2/ Les monnaies locales basées sur l’euro ont une action au niveau des échanges marchands.

N’étant pas utilisables hors d’un territoire donné ni pour des usages spéculatifs ou d’épargne, ces monnaies circulent plus vite et développent des circuits courts de proximité. Elles dynamisent ainsi l’économie locale et favorisent la relocalisation des activités.

Les critères d’entrée dans le réseau permettent de créer des liens de confiance et de solidarité entre consommateurs et professionnels autour de valeurs et d’objectifs communs déterminés collectivement en fonction de chaque situation locale et dans une démarche de progression: soutien du petit commerce de proximité, production respectueuse de l’environnement, production locale et de qualité, économie solidaire, pratiques sociales et démocratiques…

Dans les deux cas, le processus de création de monnaies locales et leur usage au quotidien favorisent une appropriation citoyenne de l’économie et offrent des moyens concrets pour agir en faveur d’une transition économique, écologique, sociale et démocratique.

Quelques exemples de monnaies locales complémentaires, chaque groupe initiateur créant sa monnaie en fonction de la situation locale:

L’Abeille, à Villeneuve sur Lot, créée en janvier 2010 et gérée par des citoyens avec peu de moyens, a relancé le mouvement des monnaies locales complémentaires citoyennes en France.

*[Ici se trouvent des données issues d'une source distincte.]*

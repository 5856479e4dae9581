#include "store/pipette_editions.hpp"

#include <SQLiteCpp/Statement.h>

namespace plumb::store {

std::int64_t add_pipette_edition(Recorder& rec, const PipetteEdition& e) {
  return rec.insert("pipette_editions",
                    {{"pipette_id", e.pipette_id},
                     {"edition", e.edition},
                     {"reason", e.reason.empty() ? Value() : Value(e.reason)},
                     {"created_at", rec.now()},
                     {"created_by", rec.actor().name}},
                    {"id"}, e.reason);
}

std::vector<PipetteEdition> pipette_edition_history(SQLite::Database& db, const std::string& pipette_id) {
  SQLite::Statement q(db,
                      "SELECT id, pipette_id, edition, reason, created_at, created_by FROM pipette_editions "
                      "WHERE pipette_id = ? ORDER BY id");
  q.bind(1, pipette_id);
  std::vector<PipetteEdition> out;
  while (q.executeStep()) {
    PipetteEdition e;
    e.id = q.getColumn(0).getInt64();
    e.pipette_id = q.getColumn(1).getString();
    e.edition = q.getColumn(2).getString();
    if (!q.getColumn(3).isNull()) e.reason = q.getColumn(3).getString();
    e.created_at = q.getColumn(4).getString();
    e.created_by = q.getColumn(5).getString();
    out.push_back(std::move(e));
  }
  return out;
}

std::string current_pipette_edition(SQLite::Database& db, const std::string& pipette_id) {
  const auto all = pipette_edition_history(db, pipette_id);
  return all.empty() ? lab_default_pipette_edition(db) : all.back().edition;
}

std::int64_t add_lab_pipette_edition(Recorder& rec, const PipetteEdition& e) {
  return rec.insert("lab_pipette_editions",
                    {{"edition", e.edition},
                     {"reason", e.reason.empty() ? Value() : Value(e.reason)},
                     {"created_at", rec.now()},
                     {"created_by", rec.actor().name}},
                    {"id"}, e.reason);
}

std::vector<PipetteEdition> lab_pipette_edition_history(SQLite::Database& db) {
  SQLite::Statement q(db, "SELECT id, edition, reason, created_at, created_by FROM lab_pipette_editions ORDER BY id");
  std::vector<PipetteEdition> out;
  while (q.executeStep()) {
    PipetteEdition e;
    e.id = q.getColumn(0).getInt64();
    e.edition = q.getColumn(1).getString();
    if (!q.getColumn(2).isNull()) e.reason = q.getColumn(2).getString();
    e.created_at = q.getColumn(3).getString();
    e.created_by = q.getColumn(4).getString();
    out.push_back(std::move(e));
  }
  return out;
}

std::string lab_default_pipette_edition(SQLite::Database& db) {
  SQLite::Statement q(db, "SELECT edition FROM lab_pipette_editions ORDER BY id DESC LIMIT 1");
  return q.executeStep() ? q.getColumn(0).getString() : std::string("2002");
}

}  // namespace plumb::store
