#include "store/recorder.hpp"

#include <SQLiteCpp/Statement.h>
#include <fmt/chrono.h>
#include <fmt/format.h>
#include <openssl/evp.h>
#include <pwd.h>
#include <unistd.h>

#include <chrono>
#include <cstdlib>

#include "core/errors.hpp"

namespace plumb::store {

using nlohmann::json;

std::string current_os_user() {
  if (const passwd* pw = getpwuid(geteuid()); pw && pw->pw_name) return pw->pw_name;
  if (const char* u = std::getenv("USER"); u && *u) return u;
  return fmt::format("uid-{}", geteuid());
}

std::string utc_timestamp() {
  const auto now = std::chrono::floor<std::chrono::seconds>(std::chrono::system_clock::now());
  return fmt::format("{:%Y-%m-%dT%H:%M:%SZ}", fmt::gmtime(std::chrono::system_clock::to_time_t(now)));
}

std::string sha256_hex(std::string_view text) {
  unsigned char digest[EVP_MAX_MD_SIZE];
  unsigned int len = 0;
  if (EVP_Digest(text.data(), text.size(), digest, &len, EVP_sha256(), nullptr) != 1)
    throw StorageError("SHA-256 computation failed in OpenSSL.");
  static constexpr char hex_digits[] = "0123456789abcdef";
  std::string hex(2 * static_cast<std::size_t>(len), '0');
  for (unsigned int i = 0; i < len; ++i) {
    hex[2 * i] = hex_digits[digest[i] >> 4];
    hex[2 * i + 1] = hex_digits[digest[i] & 0x0f];
  }
  return hex;
}

std::string audit_hash(const std::string& prev_hash, const json& record) {
  // nlohmann::json objects keep keys sorted, so dump() is canonical.
  return sha256_hex(prev_hash + "\n" + record.dump());
}

json recorded_value(const json& stored) {
  if (stored.is_string() && stored.get_ref<const std::string&>().size() > long_text_bytes)
    return {{"sha256", sha256_hex(stored.get_ref<const std::string&>())}};
  return stored;
}

bool matches_recorded(const json& recorded, const json& stored) {
  if (recorded.is_object() && recorded.contains("sha256"))
    return stored.is_string() && stored.get_ref<const std::string&>().size() > long_text_bytes &&
           recorded["sha256"] == sha256_hex(stored.get_ref<const std::string&>());
  return recorded == stored;
}

json row_json(SQLite::Statement& row) {
  json j = json::object();
  for (int i = 0; i < row.getColumnCount(); ++i) {
    const SQLite::Column c = row.getColumn(i);
    if (c.isNull()) j[c.getName()] = nullptr;
    else if (c.isInteger()) j[c.getName()] = c.getInt64();
    else if (c.isFloat()) j[c.getName()] = c.getDouble();
    else if (c.isText()) j[c.getName()] = c.getString();
    else j[c.getName()] = "blob:" + sha256_hex(std::string_view(static_cast<const char*>(c.getBlob()),
                                                                static_cast<std::size_t>(c.getBytes())));
  }
  return j;
}

Recorder::Recorder(SQLite::Database& db, Actor actor) : db_(db), actor_(std::move(actor)), now_(utc_timestamp()) {}

SQLite::Statement& Recorder::statement(const std::string& sql) {
  auto& s = statements_[sql];
  if (!s) s = std::make_unique<SQLite::Statement>(db_, sql);
  s->reset();
  s->clearBindings();
  return *s;
}

const TableSchema& Recorder::schema(const std::string& table) {
  auto it = schemas_.find(table);
  if (it == schemas_.end()) {
    it = schemas_.emplace(table, read_table_schema(db_, table)).first;
    if (it->second.columns.empty()) throw StorageError(fmt::format("table {} does not exist.", table));
  }
  return it->second;
}

Recorder::Written Recorder::write_row(const std::string& table, const json& row,
                                      const std::vector<std::string>& key_columns) {
  const TableSchema& s = schema(table);
  // The trail records the row as stored without reading it back: so each value must be stored exactly as
  // given (an integer in an INTEGER column, a text in a TEXT column), and unmentioned columns take their
  // literal defaults.
  std::string columns, marks;
  for (const auto& [name, value] : row.items()) {
    const ColumnSchema* c = s.column(name);
    if (!c) throw StorageError(fmt::format("table {} has no column {}.", table, name));
    const bool fits = value.is_null() || (c->type == "INTEGER" && value.is_number_integer()) ||
                      (c->type == "TEXT" && value.is_string());
    if (!fits)
      throw StorageError(fmt::format("column {}.{} ({}) cannot store {} exactly (exact values only).", table, name,
                                     c->type, value.dump()));
    columns += (columns.empty() ? "" : ", ") + name;
    marks += marks.empty() ? "?" : ", ?";
  }
  SQLite::Statement& insert = statement(fmt::format("INSERT INTO {} ({}) VALUES ({})", table, columns, marks));
  int i = 1;
  for (const auto& [name, value] : row.items()) {
    if (value.is_null()) insert.bind(i);
    else if (value.is_number_integer()) insert.bind(i, value.get<std::int64_t>());
    else insert.bind(i, value.get_ref<const std::string&>());
    ++i;
  }
  insert.exec();

  Written w;
  w.rowid = db_.getLastInsertRowid();
  w.recorded = json::object();
  for (const auto& c : s.columns) {
    const auto given = row.find(c.name);
    if (given != row.end()) w.recorded[c.name] = recorded_value(*given);
    else if (c.rowid_alias) w.recorded[c.name] = w.rowid;
    else w.recorded[c.name] = c.default_value;
  }
  w.key = key_text(key_columns, w.recorded);
  return w;
}

void Recorder::append_audit(const std::string& action, const std::string& table, const std::string& key,
                            const std::string& after_json, const std::string& reason) {
  // Read the chain's tail every time (never cached): it is cheap with a prepared statement, and always right.
  SQLite::Statement& last = statement("SELECT seq, hash FROM audit_log ORDER BY seq DESC LIMIT 1");
  std::int64_t seq = 1;
  std::string prev = std::string(64, '0');
  if (last.executeStep()) {
    seq = last.getColumn(0).getInt64() + 1;
    prev = last.getColumn(1).getString();
  }
  last.reset();  // no read cursor left open between inserts
  const json record = {{"seq", seq},          {"at", now_},          {"os_user", actor_.os_user},
                       {"actor", actor_.name}, {"action", action},    {"table_name", table},
                       {"row_key", key},       {"before_json", nullptr}, {"after_json", after_json},
                       {"reason", reason.empty() ? json() : json(reason)}};
  const std::string hash = audit_hash(prev, record);
  SQLite::Statement& audit =
      statement("INSERT INTO audit_log (seq, at, os_user, actor, action, table_name, row_key, before_json, "
                "after_json, reason, prev_hash, hash) VALUES (?, ?, ?, ?, ?, ?, ?, NULL, ?, ?, ?, ?)");
  audit.bind(1, seq);
  audit.bind(2, now_);
  audit.bind(3, actor_.os_user);
  audit.bind(4, actor_.name);
  audit.bind(5, action);
  audit.bind(6, table);
  audit.bind(7, key);
  audit.bind(8, after_json);
  if (reason.empty()) audit.bind(9);
  else audit.bind(9, reason);
  audit.bind(10, prev);
  audit.bind(11, hash);
  audit.exec();
}

std::int64_t Recorder::insert(const std::string& table, const json& row, const std::vector<std::string>& key_columns,
                              const std::string& reason) {
  const Written w = write_row(table, row, key_columns);
  append_audit("insert", table, w.key, w.recorded.dump(), reason);
  return w.rowid;
}

void Recorder::insert_together(const std::string& reason, const std::function<void(RowGroup&)>& fill) {
  RowGroup group(*this);
  fill(group);
  if (group.first_table_.empty()) throw StorageError("an audited group of rows must hold at least one row.");
  append_audit("insert rows", group.first_table_, group.first_key_, group.tables_.dump(), reason);
}

std::int64_t RowGroup::insert(const std::string& table, const json& row, const std::vector<std::string>& key_columns) {
  Recorder::Written w = rec_.write_row(table, row, key_columns);
  if (first_table_.empty()) {
    first_table_ = table;
    first_key_ = w.key;
  }
  tables_[table].push_back(std::move(w.recorded));
  return w.rowid;
}

}  // namespace plumb::store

Le Sol Violette a vu le jour en mai 2011 à Toulouse où il est fortement soutenu par la mairie. Il appartient au réseau des SOL, destiné à soutenir l’économie sociale et solidaire.

L’Eusko circule dans le pays basque français depuis janvier 2013 et donc au niveau d’une région. Outre le soutien à la relocalisation de l’économie et aux pratiques écologiques et solidaires, il vise à favoriser l’usage public de la langue basque.

Pour en savoir plus:

Les monnaies locales françaises sont organisées en réseau, organisent des rencontres nationales et ont rédigée une charte des MLC dont l’Adml63 est signataire:

http://adml63.org/manifeste-des-mlc/

Le site http://monnaie-locale-complementaire.net/france/ permet de suivre leur actualité.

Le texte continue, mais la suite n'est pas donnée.